--- WORK REQUEST ---
Among the entries, which lines carry the string "quantities"? Copy each of them.

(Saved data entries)
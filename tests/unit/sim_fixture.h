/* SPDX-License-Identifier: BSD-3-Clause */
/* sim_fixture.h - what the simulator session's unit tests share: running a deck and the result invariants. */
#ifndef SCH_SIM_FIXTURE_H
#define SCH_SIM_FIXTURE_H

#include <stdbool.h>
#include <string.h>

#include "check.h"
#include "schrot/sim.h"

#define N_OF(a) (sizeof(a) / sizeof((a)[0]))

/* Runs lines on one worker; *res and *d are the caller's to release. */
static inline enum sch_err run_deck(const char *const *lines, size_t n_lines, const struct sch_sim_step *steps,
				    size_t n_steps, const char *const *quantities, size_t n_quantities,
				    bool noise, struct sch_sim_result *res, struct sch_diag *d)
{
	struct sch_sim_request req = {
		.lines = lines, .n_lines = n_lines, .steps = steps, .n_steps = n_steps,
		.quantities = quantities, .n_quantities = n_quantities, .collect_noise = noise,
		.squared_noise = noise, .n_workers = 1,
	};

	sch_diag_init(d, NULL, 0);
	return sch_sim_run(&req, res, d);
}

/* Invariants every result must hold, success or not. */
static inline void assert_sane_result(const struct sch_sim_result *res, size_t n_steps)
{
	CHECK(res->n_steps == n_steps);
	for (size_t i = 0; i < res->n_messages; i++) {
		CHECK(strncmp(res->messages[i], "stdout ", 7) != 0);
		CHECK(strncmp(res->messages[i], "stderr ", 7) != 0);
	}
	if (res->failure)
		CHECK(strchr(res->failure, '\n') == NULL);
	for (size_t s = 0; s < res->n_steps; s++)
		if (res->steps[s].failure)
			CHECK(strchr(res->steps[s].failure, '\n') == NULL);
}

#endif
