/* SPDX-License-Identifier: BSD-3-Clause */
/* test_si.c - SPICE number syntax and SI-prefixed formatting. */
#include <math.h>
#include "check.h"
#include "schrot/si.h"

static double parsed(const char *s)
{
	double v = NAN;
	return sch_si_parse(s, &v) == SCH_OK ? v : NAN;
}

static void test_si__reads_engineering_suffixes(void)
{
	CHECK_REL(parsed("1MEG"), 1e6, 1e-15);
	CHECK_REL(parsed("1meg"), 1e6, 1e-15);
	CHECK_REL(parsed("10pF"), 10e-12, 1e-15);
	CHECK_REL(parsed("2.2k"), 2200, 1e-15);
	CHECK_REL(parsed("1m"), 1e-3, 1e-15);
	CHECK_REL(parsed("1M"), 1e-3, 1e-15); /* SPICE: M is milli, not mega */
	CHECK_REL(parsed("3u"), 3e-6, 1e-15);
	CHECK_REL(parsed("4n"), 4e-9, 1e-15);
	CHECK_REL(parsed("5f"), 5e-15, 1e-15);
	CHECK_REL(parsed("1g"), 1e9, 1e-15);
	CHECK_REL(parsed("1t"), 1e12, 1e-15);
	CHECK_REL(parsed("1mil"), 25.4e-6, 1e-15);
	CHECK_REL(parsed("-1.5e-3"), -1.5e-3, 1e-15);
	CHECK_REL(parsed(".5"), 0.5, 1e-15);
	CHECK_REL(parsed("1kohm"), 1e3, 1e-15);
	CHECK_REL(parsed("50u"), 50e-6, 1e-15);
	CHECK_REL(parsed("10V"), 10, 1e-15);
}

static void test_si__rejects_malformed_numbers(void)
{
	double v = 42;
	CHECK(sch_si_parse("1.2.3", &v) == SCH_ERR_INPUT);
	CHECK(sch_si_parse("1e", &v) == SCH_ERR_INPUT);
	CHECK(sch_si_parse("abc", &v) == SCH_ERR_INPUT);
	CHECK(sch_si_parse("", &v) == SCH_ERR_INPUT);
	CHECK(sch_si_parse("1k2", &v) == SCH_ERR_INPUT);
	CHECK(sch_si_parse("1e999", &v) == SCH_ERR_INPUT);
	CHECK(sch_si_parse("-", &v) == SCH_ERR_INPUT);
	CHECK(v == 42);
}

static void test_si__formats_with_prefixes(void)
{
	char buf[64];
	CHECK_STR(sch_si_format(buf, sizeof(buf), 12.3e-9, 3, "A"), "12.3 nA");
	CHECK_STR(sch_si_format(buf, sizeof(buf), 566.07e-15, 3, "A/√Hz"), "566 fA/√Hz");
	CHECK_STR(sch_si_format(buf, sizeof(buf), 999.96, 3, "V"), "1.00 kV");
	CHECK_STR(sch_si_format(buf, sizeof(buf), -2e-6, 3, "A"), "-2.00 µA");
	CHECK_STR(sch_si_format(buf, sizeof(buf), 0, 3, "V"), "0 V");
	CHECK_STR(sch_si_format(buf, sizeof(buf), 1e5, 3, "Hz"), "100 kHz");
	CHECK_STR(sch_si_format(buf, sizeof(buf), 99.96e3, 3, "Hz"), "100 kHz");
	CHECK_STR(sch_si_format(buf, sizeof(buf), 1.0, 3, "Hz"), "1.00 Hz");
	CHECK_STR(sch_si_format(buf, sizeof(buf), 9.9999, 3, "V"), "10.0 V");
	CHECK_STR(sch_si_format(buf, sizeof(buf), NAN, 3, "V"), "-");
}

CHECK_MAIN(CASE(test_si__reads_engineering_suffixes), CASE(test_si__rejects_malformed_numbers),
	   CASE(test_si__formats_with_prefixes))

--- TASK RESPONSE ---
				    size_t n_steps, const char *const *quantities, size_t n_quantities,
		.quantities = quantities, .n_quantities = n_quantities, .collect_noise = noise,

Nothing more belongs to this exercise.